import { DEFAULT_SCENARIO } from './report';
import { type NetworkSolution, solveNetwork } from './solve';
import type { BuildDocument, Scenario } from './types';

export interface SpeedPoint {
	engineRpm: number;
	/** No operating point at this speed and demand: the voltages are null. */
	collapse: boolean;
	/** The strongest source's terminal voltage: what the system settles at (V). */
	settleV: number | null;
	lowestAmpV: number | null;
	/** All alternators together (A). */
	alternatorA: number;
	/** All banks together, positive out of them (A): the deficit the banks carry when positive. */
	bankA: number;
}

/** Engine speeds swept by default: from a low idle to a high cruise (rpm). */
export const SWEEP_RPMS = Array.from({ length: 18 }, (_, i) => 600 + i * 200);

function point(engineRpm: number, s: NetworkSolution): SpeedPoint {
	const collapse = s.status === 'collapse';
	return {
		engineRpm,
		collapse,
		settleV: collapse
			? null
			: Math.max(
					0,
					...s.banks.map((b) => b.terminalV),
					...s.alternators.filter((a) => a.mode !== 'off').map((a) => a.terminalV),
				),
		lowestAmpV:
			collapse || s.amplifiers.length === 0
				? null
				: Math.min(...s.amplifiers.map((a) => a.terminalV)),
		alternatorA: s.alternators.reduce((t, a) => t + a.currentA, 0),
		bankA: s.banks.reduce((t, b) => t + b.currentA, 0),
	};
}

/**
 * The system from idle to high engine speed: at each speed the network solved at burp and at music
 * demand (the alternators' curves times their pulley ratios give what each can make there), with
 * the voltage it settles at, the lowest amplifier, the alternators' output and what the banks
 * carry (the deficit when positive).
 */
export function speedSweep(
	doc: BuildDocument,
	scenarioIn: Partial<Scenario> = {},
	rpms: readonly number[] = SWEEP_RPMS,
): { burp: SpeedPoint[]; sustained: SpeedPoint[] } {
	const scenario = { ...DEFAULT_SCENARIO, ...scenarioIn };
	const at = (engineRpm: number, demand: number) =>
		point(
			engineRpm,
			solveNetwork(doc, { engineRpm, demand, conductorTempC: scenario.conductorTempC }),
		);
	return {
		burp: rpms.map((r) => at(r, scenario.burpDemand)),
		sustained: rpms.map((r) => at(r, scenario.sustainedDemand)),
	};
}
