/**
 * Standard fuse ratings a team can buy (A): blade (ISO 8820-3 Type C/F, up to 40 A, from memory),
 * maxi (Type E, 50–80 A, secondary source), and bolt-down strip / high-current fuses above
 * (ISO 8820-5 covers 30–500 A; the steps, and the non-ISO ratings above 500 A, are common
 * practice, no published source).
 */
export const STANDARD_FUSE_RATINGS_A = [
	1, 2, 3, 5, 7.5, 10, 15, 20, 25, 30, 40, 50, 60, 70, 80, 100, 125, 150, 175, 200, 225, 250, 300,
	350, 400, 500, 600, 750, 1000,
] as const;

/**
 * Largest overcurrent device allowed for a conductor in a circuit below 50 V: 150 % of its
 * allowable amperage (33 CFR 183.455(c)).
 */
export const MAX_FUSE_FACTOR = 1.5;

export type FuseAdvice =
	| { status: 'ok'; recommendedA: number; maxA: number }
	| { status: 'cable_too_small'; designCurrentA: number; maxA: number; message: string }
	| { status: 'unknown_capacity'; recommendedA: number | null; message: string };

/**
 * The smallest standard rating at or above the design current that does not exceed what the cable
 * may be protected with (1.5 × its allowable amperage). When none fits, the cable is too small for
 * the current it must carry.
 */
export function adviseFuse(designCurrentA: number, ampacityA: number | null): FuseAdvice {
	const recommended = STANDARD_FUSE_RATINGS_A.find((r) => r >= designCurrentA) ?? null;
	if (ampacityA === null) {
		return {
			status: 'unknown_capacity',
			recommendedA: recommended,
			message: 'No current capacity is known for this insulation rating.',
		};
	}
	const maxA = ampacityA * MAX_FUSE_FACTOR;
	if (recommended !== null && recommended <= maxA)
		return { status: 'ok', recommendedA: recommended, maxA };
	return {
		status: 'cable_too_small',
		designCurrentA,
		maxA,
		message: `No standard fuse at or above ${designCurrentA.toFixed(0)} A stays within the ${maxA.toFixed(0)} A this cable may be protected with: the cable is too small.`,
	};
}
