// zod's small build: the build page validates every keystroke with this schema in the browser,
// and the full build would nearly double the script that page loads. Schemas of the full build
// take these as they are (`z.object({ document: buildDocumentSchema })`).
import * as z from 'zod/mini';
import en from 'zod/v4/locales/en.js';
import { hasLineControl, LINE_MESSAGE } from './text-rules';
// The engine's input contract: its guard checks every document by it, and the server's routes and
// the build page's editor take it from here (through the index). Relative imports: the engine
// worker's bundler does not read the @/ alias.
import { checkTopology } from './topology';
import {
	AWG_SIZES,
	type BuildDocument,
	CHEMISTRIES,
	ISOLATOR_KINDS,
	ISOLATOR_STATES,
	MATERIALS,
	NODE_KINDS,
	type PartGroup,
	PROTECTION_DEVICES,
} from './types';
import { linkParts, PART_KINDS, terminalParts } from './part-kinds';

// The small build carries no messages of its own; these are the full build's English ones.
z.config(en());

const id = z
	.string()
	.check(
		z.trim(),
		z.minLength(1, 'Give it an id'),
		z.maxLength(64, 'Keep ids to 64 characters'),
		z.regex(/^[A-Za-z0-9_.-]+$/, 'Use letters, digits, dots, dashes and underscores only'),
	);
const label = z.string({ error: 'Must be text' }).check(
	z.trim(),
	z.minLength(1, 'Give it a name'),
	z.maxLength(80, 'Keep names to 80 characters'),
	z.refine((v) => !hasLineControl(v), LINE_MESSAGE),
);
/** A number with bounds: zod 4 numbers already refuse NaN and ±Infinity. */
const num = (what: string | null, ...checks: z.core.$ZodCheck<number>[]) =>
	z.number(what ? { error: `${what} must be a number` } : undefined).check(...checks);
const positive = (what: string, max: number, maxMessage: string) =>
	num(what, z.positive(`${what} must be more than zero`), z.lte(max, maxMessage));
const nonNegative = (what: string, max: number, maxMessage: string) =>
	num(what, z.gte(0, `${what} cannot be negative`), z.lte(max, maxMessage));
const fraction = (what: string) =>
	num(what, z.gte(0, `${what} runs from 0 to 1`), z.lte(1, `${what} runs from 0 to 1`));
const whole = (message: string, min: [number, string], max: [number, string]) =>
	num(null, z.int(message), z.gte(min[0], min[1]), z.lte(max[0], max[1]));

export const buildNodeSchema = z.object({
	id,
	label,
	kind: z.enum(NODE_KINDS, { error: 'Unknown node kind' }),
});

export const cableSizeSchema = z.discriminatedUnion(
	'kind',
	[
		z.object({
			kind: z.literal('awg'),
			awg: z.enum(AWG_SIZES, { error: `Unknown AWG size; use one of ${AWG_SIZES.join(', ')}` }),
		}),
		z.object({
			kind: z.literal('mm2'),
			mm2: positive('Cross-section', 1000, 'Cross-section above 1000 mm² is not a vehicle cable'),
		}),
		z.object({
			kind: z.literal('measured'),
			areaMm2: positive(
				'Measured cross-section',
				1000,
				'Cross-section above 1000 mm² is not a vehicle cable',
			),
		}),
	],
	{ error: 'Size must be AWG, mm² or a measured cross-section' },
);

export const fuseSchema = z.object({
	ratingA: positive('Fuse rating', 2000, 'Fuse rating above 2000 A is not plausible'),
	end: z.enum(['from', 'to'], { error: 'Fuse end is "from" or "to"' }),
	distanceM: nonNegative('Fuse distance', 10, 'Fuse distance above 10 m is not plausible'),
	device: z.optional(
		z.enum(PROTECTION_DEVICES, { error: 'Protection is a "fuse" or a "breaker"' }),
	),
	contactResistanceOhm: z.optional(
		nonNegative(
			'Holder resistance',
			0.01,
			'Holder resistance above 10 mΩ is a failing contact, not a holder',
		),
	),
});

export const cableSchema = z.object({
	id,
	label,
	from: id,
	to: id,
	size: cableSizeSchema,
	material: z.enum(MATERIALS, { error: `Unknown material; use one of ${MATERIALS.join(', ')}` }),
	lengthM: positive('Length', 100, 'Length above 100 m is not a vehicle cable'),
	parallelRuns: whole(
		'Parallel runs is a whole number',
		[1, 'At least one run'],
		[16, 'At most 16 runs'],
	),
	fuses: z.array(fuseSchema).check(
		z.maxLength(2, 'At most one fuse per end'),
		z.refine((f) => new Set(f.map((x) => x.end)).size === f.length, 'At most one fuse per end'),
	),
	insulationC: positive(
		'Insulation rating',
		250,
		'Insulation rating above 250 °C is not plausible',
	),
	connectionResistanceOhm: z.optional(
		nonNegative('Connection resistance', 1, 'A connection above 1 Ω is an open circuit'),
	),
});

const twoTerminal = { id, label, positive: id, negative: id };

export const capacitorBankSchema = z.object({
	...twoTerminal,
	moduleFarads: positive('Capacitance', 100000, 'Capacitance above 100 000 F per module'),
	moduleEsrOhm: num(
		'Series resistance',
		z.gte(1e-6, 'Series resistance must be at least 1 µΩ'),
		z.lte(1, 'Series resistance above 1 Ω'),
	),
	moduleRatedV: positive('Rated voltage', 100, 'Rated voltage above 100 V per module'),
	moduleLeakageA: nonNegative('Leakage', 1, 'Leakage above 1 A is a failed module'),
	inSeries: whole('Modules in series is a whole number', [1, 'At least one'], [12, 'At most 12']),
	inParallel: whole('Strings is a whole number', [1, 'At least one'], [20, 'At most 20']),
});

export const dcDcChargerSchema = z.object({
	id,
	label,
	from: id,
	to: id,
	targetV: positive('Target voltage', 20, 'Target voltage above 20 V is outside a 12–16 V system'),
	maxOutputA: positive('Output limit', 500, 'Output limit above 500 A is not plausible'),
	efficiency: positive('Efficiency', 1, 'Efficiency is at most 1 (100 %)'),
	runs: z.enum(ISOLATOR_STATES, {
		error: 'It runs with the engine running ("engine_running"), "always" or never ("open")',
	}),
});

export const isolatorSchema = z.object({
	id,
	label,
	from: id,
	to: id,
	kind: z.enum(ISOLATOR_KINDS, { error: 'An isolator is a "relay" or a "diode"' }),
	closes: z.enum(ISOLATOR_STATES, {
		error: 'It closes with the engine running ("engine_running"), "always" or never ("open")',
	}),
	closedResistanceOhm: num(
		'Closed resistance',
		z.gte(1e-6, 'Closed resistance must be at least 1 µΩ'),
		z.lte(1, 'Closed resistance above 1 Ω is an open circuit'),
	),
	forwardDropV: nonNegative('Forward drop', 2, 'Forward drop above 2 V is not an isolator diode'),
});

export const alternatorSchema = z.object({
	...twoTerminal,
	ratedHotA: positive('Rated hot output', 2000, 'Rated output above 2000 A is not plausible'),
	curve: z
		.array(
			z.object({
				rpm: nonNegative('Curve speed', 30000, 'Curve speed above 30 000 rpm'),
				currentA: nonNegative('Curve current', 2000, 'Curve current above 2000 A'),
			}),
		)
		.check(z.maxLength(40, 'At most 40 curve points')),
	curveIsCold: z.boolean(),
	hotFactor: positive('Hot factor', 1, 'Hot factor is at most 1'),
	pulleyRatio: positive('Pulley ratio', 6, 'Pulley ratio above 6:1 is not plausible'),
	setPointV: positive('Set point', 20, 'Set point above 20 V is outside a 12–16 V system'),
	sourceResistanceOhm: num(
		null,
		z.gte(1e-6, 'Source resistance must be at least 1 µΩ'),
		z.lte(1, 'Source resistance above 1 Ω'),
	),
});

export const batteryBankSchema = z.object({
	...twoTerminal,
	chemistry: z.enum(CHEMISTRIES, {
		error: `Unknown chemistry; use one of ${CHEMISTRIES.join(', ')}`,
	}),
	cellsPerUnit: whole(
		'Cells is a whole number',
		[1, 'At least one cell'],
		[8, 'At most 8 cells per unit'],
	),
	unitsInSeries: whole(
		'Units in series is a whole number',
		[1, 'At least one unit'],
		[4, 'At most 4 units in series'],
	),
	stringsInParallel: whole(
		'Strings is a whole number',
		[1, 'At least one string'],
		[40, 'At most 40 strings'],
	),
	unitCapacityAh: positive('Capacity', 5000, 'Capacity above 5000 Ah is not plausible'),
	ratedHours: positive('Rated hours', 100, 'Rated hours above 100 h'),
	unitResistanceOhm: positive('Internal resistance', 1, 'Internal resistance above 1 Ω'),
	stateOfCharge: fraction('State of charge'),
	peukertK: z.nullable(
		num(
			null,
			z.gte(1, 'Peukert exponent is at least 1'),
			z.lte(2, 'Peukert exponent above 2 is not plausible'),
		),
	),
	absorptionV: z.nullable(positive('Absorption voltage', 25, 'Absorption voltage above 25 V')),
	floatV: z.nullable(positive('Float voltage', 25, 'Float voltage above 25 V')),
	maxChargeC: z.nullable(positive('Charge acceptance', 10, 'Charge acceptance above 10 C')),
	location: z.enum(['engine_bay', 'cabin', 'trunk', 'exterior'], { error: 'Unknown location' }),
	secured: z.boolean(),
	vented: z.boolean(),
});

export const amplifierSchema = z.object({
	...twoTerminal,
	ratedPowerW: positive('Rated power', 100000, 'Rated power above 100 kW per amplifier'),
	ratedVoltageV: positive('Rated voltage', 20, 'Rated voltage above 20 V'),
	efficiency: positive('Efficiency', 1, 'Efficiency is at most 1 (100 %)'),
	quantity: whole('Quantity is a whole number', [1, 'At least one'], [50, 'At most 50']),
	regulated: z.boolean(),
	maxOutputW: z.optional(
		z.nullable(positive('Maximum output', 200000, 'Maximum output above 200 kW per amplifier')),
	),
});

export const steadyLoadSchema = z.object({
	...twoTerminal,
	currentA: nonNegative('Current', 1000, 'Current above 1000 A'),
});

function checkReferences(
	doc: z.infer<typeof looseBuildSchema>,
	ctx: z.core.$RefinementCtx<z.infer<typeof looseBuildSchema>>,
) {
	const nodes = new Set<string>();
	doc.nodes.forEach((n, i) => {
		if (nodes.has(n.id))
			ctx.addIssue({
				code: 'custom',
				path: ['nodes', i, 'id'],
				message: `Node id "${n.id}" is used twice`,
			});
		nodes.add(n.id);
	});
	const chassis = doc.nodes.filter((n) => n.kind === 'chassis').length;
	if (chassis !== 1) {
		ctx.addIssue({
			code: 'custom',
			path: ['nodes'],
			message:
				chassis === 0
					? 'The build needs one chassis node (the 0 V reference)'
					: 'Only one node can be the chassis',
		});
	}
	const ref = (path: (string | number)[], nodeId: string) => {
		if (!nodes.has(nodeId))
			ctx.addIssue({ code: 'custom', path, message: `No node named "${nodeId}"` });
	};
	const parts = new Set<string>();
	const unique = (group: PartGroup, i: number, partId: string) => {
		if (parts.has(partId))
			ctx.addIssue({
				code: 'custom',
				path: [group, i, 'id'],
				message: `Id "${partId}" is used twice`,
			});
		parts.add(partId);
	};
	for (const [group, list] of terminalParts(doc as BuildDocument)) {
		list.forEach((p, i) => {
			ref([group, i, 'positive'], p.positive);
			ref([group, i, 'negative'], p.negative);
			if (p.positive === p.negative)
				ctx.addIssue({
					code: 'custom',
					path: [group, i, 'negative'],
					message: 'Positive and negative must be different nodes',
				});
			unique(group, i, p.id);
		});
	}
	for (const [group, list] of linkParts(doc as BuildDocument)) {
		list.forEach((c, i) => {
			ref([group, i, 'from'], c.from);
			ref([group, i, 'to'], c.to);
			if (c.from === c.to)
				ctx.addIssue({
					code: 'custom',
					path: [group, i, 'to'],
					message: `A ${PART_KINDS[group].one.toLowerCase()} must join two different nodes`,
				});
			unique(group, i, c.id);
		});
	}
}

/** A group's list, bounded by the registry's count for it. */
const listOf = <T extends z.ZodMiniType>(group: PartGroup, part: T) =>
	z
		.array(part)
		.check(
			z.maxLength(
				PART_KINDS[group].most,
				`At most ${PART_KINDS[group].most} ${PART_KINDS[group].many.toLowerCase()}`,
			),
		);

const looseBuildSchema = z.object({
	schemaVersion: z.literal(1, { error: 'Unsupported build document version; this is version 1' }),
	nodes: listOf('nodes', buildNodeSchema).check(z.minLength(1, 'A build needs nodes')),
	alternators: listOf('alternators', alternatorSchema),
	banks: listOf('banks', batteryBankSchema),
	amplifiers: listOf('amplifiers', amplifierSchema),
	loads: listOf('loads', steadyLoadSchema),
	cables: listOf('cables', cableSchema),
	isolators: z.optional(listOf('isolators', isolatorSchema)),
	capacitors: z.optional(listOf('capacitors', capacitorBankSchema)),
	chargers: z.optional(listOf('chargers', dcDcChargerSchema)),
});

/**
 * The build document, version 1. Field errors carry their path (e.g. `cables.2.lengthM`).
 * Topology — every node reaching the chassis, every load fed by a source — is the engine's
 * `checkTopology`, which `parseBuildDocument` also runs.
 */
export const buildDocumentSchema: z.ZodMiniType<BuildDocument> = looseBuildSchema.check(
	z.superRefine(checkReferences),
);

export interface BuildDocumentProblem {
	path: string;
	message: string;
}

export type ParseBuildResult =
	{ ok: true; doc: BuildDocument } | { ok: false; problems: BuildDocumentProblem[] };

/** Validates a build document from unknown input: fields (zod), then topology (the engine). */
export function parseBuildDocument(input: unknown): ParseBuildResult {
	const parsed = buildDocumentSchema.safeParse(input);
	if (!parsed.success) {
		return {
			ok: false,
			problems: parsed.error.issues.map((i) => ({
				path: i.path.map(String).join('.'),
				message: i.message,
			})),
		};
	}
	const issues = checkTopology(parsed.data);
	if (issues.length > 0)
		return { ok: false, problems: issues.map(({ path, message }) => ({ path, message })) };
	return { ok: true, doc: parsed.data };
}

###

[PROBLEM]
Among the lines of the material, find those that hold the word "cableSizeSchema" and copy them.

[OUTPUT]
export const cableSizeSchema = z.discriminatedUnion(
	size: cableSizeSchema,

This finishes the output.